We continued the Junior Bok tours to the Argentine through to the early 70's

My coach at Grey High was Giepie Wentzel who toured Argentine as a fly half. He told me about how every Argentinian rugby club has pictures of Van Heerden and Danie Craven on prominent display. Yes we have developed a nation far more than NZ has done for Japan. And BTW Sa players were playing and coaching in Japan long before the Kiwis arrived. Fourie du Preez and many others were playing there 15 years ago.


"Isaac Van Heerden's reputation as an innovative coach had spread to Argentina, and he was invited to Buenos Aires to help the Pumas prepare for their first visit to South Africa in 1965.[1][2] Despite Argentina faring badly in this tour,[2] it was the start of a long and happy relationship between Van Heerden and the Pumas. Izak van Heerden took leave from his teaching post in Durban, relocated to Argentina, learnt fluent Spanish, and would revolutionise Argentine play in the late 1960s, laying the way open for great players such as Hugo Porta.[1][2] Van Heerden virtually invented the "tight loose" form of play, an area in which the Argentines would come to excel, and which would become a hallmark of their playing style. The Pumas repaid the initial debt, by beating the Junior Springboks at Ellis Park, and emerged as one of the better modern rugby nations, thanks largely to the talents of this Durban schoolmaster.[1]"

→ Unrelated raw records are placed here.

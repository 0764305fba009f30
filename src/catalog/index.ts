/**
 * The catalog: every DRIFT spreadsheet function, in the order help and the
 * README list them. Hosts register exactly this list.
 */
import { BANDGAP } from './functions/bandgap';
import { CONDUCTIVITY } from './functions/conductivity';
import { CURRENTDENSITY } from './functions/currentdensity';
import { DIFFUSIVITY } from './functions/diffusivity';
import { DOPING } from './functions/doping';
import { ELECTRONS } from './functions/electrons';
import { FERMILEVEL } from './functions/fermilevel';
import { HOLES } from './functions/holes';
import { IONIZED } from './functions/ionized';
import { MAJORITY } from './functions/majority';
import { MINORITY } from './functions/minority';
import { MOBILITY } from './functions/mobility';
import { MODELS } from './functions/models';
import { NC } from './functions/nc';
import { NI } from './functions/ni';
import { NV } from './functions/nv';
import { RESISTIVITY } from './functions/resistivity';
import { RESISTOR } from './functions/resistor';
import { SHEETRES } from './functions/sheetres';
import type { FunctionSpec } from './types';

export const CATALOG: readonly FunctionSpec[] = [
  BANDGAP,
  NC,
  NV,
  NI,
  ELECTRONS,
  HOLES,
  MAJORITY,
  MINORITY,
  IONIZED,
  FERMILEVEL,
  MOBILITY,
  DIFFUSIVITY,
  CONDUCTIVITY,
  RESISTIVITY,
  DOPING,
  CURRENTDENSITY,
  SHEETRES,
  RESISTOR,
  MODELS,
] as readonly FunctionSpec[];

const BY_NAME = new Map(CATALOG.map((spec) => [spec.name, spec]));

/** Looks a function up by name, with or without the DRIFT. prefix, any case. */
export function findFunction(name: string): FunctionSpec | undefined {
  const bare = name.trim().toUpperCase().replace(/^DRIFT\./, '');
  return BY_NAME.get(bare);
}

export { evaluate, toFailure, unwrapSingle } from './broadcast';
export { NAMESPACE, qualifiedName } from './naming';
export type { FunctionSpec, ParameterSpec, ElementwiseSpec, TableSpec } from './types';
export * from './values';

After the promise made by Junior Springbok manager JF Louw at the end of a 12-game tour to Argentina in 1959 – ‘I will do everything to ensure we invite you to tour our country’ – there were concerns about the strength of Argentinian rugby. South African Rugby Board president Danie Craven sent coach Izak van Heerden to help the Pumas prepare and they repaid the favour by beating the Junior Springboks at Ellis Park.